import { describe, expect, test } from 'vitest';
import { Problem } from '#server/errors.ts';
import type { Actor, ActorMembership } from '#server/policies/actor.ts';
import { authorize, type Rule } from '#server/policies/authorize.ts';
import { classPolicy } from '#server/policies/class-policy.ts';
import { estimatePolicy } from '#server/policies/estimate-policy.ts';
import { practicePolicy } from '#server/policies/practice-policy.ts';
import { type QuestionFacts, questionPolicy } from '#server/policies/question-policy.ts';
import { schoolPolicy } from '#server/policies/school-policy.ts';
import { type AnswerFacts, type StudentFacts, studentPolicy } from '#server/policies/student-policy.ts';
import { subjectPolicy } from '#server/policies/subject-policy.ts';
import type { Role } from '#shared/schemas/role.ts';

interface Holds {
  as?: [role: Role, reach?: Partial<Omit<ActorMembership, 'role'>>][];
  classIds?: string[];
  childIds?: string[];
}

const nowhere = { subjectId: null, yearGroupId: null, tutorGroupId: null };
const anActor = (userId: string, { as = [], classIds = [], childIds = [] }: Holds): Actor => ({
  userId,
  schoolId: 'school',
  name: userId,
  memberships: as.map(([role, reach]) => ({ role, ...nowhere, ...reach })),
  classIds,
  childIds,
});

const maths = { subjectId: 'maths' };
const french = { subjectId: 'french' };
const year = { yearGroupId: 'year 11' };

// Everybody as they stand to Tamsin: year 11, tutor group 11K, maths in set 1. "Other" means not hers.
const holdings = {
  tamsin: { as: [['student', year]] },
  classmate: { as: [['student', year]] },
  carer: { as: [['carer']], childIds: ['tamsin'] },
  otherCarer: { as: [['carer']], childIds: ['classmate'] },
  teacher: { as: [['teacher', maths]], classIds: ['maths 1'] },
  colleague: { as: [['teacher', maths]], classIds: ['maths 2'] },
  otherTeacher: { as: [['teacher', french]], classIds: ['french 9'] },
  head: { as: [['headOfDepartment', maths]] },
  otherHead: { as: [['headOfDepartment', french]] },
  headOfYear: { as: [['headOfYear', year]] },
  otherHeadOfYear: { as: [['headOfYear', { yearGroupId: 'year 10' }]] },
  tutor: { as: [['tutor', { tutorGroupId: '11K' }]] },
  otherTutor: { as: [['tutor', { tutorGroupId: '11L' }]] },
  // Teaches her French, and once taught her maths: the class is left over.
  frenchTeacher: { as: [['teacher', french]], classIds: ['french 1', 'maths 1'] },
  // Leads French, teaches maths to others.
  headElsewhere: {
    as: [
      ['headOfDepartment', french],
      ['teacher', maths],
    ],
    classIds: ['maths 2'],
  },
  senco: { as: [['senco']] },
  admin: { as: [['schoolAdmin']] },
  nobody: {},
  // Teaches French elsewhere in the school and is her mother: sees what a carer sees, and no more.
  teacherAndCarer: { as: [['teacher', french], ['carer']], classIds: ['french 9'], childIds: ['tamsin'] },
  // Was her carer once: the link is there still, the role is not.
  formerCarer: { as: [['teacher', french]], childIds: ['tamsin'] },
} satisfies Record<string, Holds>;

type Person = keyof typeof holdings;
const people = Object.keys(holdings) as Person[];
const actor = (person: Person): Actor => anActor(person, holdings[person] as Holds);

const inMaths: Person[] = ['teacher', 'colleague', 'head', 'headElsewhere'];

const tamsin = {
  userId: 'tamsin',
  yearGroupId: 'year 11',
  tutorGroupId: '11K',
  classIds: ['maths 1', 'french 1'],
  subjectIds: ['maths', 'french'],
};
const mathsAnswer = { userId: 'tamsin', subjectId: 'maths', classIds: ['maths 1'] };
const frenchAnswer = { userId: 'tamsin', subjectId: 'french', classIds: ['french 1'] };
const question = (facts: Partial<QuestionFacts>): QuestionFacts => ({
  ...maths,
  authorId: 'teacher',
  workingAuthorId: null,
  workingEditorId: null,
  workingStatus: null,
  isLive: false,
  isRetired: false,
  ...facts,
});
const by = (userId: string) => ({ workingAuthorId: userId, workingEditorId: userId });
const draft = question({ ...by('teacher'), workingStatus: 'draft' });
const inReview = question({ ...by('teacher'), workingStatus: 'inReview' });
const headsEdit = question({ ...by('teacher'), workingEditorId: 'head', workingStatus: 'inReview' });
const headsOwn = question({ authorId: 'head', ...by('head'), workingStatus: 'inReview' });
const live = question({ isLive: true });
const liveWithDraft = question({ isLive: true, ...by('colleague'), workingStatus: 'draft' });
const retired = question({ isRetired: true });
const retiredWithDraft = question({ isRetired: true, ...by('colleague'), workingStatus: 'draft' });

interface Row {
  noun: string;
  action: string;
  given: string;
  allows: (actor: Actor) => boolean;
  who: Person[];
}
const rowsOf =
  <Action extends string, Facts>(noun: string, policy: Record<Action, Rule<Facts>>) =>
  (given: string, facts: Facts, table: Partial<Record<Action, Person[]>>): Row[] =>
    (Object.entries(table) as [Action, Person[]][]).map(([action, who]) => ({
      noun,
      action,
      given,
      allows: (person) => policy[action](person, facts),
      who,
    }));

const { readAnswers, markAnswers, readAccessArrangements, ...ofWhole } = studentPolicy;
const ofStudent = rowsOf<keyof typeof ofWhole, StudentFacts>('student', ofWhole);
const ofAnswer = rowsOf<'readAnswers' | 'markAnswers', AnswerFacts>('student', { readAnswers, markAnswers });
const ofArrangements = rowsOf('student', { readAccessArrangements });
const ofPractice = rowsOf('practice', practicePolicy);
const ofSubject = rowsOf('subject', subjectPolicy);
const ofClass = rowsOf('class', classPolicy);
const ofQuestion = rowsOf('question', questionPolicy);
const ofEstimates = rowsOf('estimates', estimatePolicy);
const ofSchool = rowsOf('school', schoolPolicy);

const seesStanding: Person[] = [
  'tamsin',
  'carer',
  'teacher',
  'frenchTeacher',
  'head',
  'otherHead',
  'headElsewhere',
  'headOfYear',
  'teacherAndCarer',
];

/** Who may do what; everybody not named may not. */
const table: Row[] = [
  ...ofStudent('Tamsin', tamsin, {
    practise: ['tamsin'],
    readStanding: [...seesStanding, 'tutor'],
    messageCarers: ['headOfYear'],
  }),
  ...ofArrangements('Tamsin', { userId: 'tamsin' }, { readAccessArrangements: ['tamsin', 'senco'] }),
  ...ofAnswer('her maths', mathsAnswer, {
    readAnswers: ['tamsin', 'teacher', 'head'],
    markAnswers: ['teacher', 'head'],
  }),
  ...ofAnswer('her French', frenchAnswer, {
    readAnswers: ['tamsin', 'otherHead', 'frenchTeacher', 'headElsewhere'],
    markAnswers: ['otherHead', 'frenchTeacher', 'headElsewhere'],
  }),
  ...ofStudent(
    'a student without a tutor group',
    { ...tamsin, tutorGroupId: null },
    {
      readStanding: seesStanding,
    },
  ),
  ...ofPractice('Tamsin’s', { userId: 'tamsin' }, { read: ['tamsin'], practise: ['tamsin'] }),
  // Practice is a student's: nobody else has any, even of their own.
  ...ofPractice('the teacher’s', { userId: 'teacher' }, { read: [], practise: [] }),
  ...ofSubject('maths', maths, {
    read: inMaths,
    writeQuestions: inMaths,
    readItemStatistics: inMaths,
    manageTopics: ['head'],
  }),
  ...ofClass(
    'set 1',
    { classId: 'maths 1', ...maths },
    { read: inMaths, setTaught: ['teacher', 'head'], chooseQuestions: ['teacher', 'head'] },
  ),
  ...ofQuestion('the teacher’s draft', draft, {
    read: inMaths,
    edit: ['teacher', 'head'],
    send: ['teacher', 'head'],
    discardDraft: ['teacher', 'head'],
    putLive: [],
    returnToAuthor: [],
    startVersion: [],
    retire: [],
  }),
  ...ofQuestion('the teacher’s, in review', inReview, {
    read: inMaths,
    edit: [],
    send: [],
    discardDraft: [],
    putLive: ['colleague', 'head', 'headElsewhere'],
    returnToAuthor: inMaths,
    startVersion: [],
    retire: [],
  }),
  // Who saved it last has written in it: nobody approves their own, by way of editing either.
  ...ofQuestion('the teacher’s, edited by the head, in review', headsEdit, {
    read: inMaths,
    putLive: ['colleague', 'headElsewhere'],
    returnToAuthor: inMaths,
  }),
  ...ofQuestion('the head’s own, in review', headsOwn, {
    read: inMaths,
    putLive: ['teacher', 'colleague', 'headElsewhere'],
    returnToAuthor: inMaths,
  }),
  ...ofQuestion('the teacher’s, live', live, {
    read: inMaths,
    edit: [],
    putLive: [],
    startVersion: inMaths,
    retire: ['teacher', 'head'],
  }),
  ...ofQuestion('live, with a colleague’s draft', liveWithDraft, {
    read: inMaths,
    edit: ['colleague', 'head'],
    startVersion: [],
    retire: ['teacher', 'head'],
  }),
  ...ofQuestion('retired', retired, { read: inMaths, edit: [], putLive: [], startVersion: inMaths, retire: [] }),
  ...ofQuestion('retired, with a draft', retiredWithDraft, { read: inMaths, startVersion: [], retire: [] }),
  // Nothing in them is of one student: heads and admins, whatever their subject or year.
  ...ofEstimates(
    'the school’s',
    {},
    { read: ['head', 'otherHead', 'headElsewhere', 'headOfYear', 'otherHeadOfYear', 'admin'] },
  ),
  ...ofSchool(
    'ours',
    {},
    {
      manageClassLists: ['admin'],
      manageTimetable: ['admin'],
      manageTermDates: ['admin'],
      manageUsers: ['admin'],
      managePracticeSettings: ['admin'],
      readAudit: ['admin'],
      exportRecords: ['admin'],
      eraseRecords: ['admin'],
    },
  ),
];

test.each(table)('$noun, $given: $action', ({ allows, who }) => {
  expect(people.filter((person) => allows(actor(person)))).toEqual(people.filter((person) => who.includes(person)));
});

test('the table knows every action of every policy', () => {
  const policies = {
    student: studentPolicy,
    practice: practicePolicy,
    subject: subjectPolicy,
    class: classPolicy,
    question: questionPolicy,
    estimates: estimatePolicy,
    school: schoolPolicy,
  };
  for (const [noun, policy] of Object.entries(policies)) {
    const known = new Set(table.filter((row) => row.noun === noun).map((row) => row.action));
    expect([...known].sort(), noun).toEqual(Object.keys(policy).sort());
  }
});

test('whatever may be done to a thing, whoever may do it may read it', () => {
  // With a class left over from a subject they no longer teach, too.
  const actors = [...people.map(actor), anActor('left over', { as: [['teacher', french]], classIds: ['maths 1'] })];
  const readers = table.filter((row) => row.action === 'read');
  for (const row of table) {
    const reader = readers.find(({ noun, given }) => noun === row.noun && given === row.given);
    const blind = actors.filter((person) => reader && row.allows(person) && !reader.allows(person));
    expect(blind, `${row.noun}: ${row.action}`).toEqual([]);
  }
});

describe('a refusal', () => {
  const refusal = (work: () => void): number | null => {
    try {
      work();
      return null;
    } catch (error) {
      return error instanceof Problem ? error.status : -1;
    }
  };
  test.each<[Person, 'edit' | 'read', number | null]>([
    ['teacher', 'edit', null],
    ['colleague', 'edit', 403],
    ['otherTeacher', 'edit', 404],
    ['tamsin', 'read', 404],
  ])('%s, %s: %s', (person, action, status) => {
    expect(refusal(() => authorize(questionPolicy, action, actor(person), draft))).toBe(status);
  });

  test('of an action whose facts are fewer needs no more than those', () => {
    const ask = (person: Person) =>
      refusal(() => authorize(studentPolicy, 'readAccessArrangements', actor(person), { userId: 'tamsin' }));
    expect([ask('tamsin'), ask('senco'), ask('teacher')]).toEqual([null, null, 403]);
  });
});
++++++++++
→ **Problem**: Working through the records, copy each line in which the word "over" appears.

→ **Solution for this task**:
  // Teaches her French, and once taught her maths: the class is left over.
  // With a class left over from a subject they no longer teach, too.
  const actors = [...people.map(actor), anActor('left over', { as: [['teacher', french]], classIds: ['maths 1'] })];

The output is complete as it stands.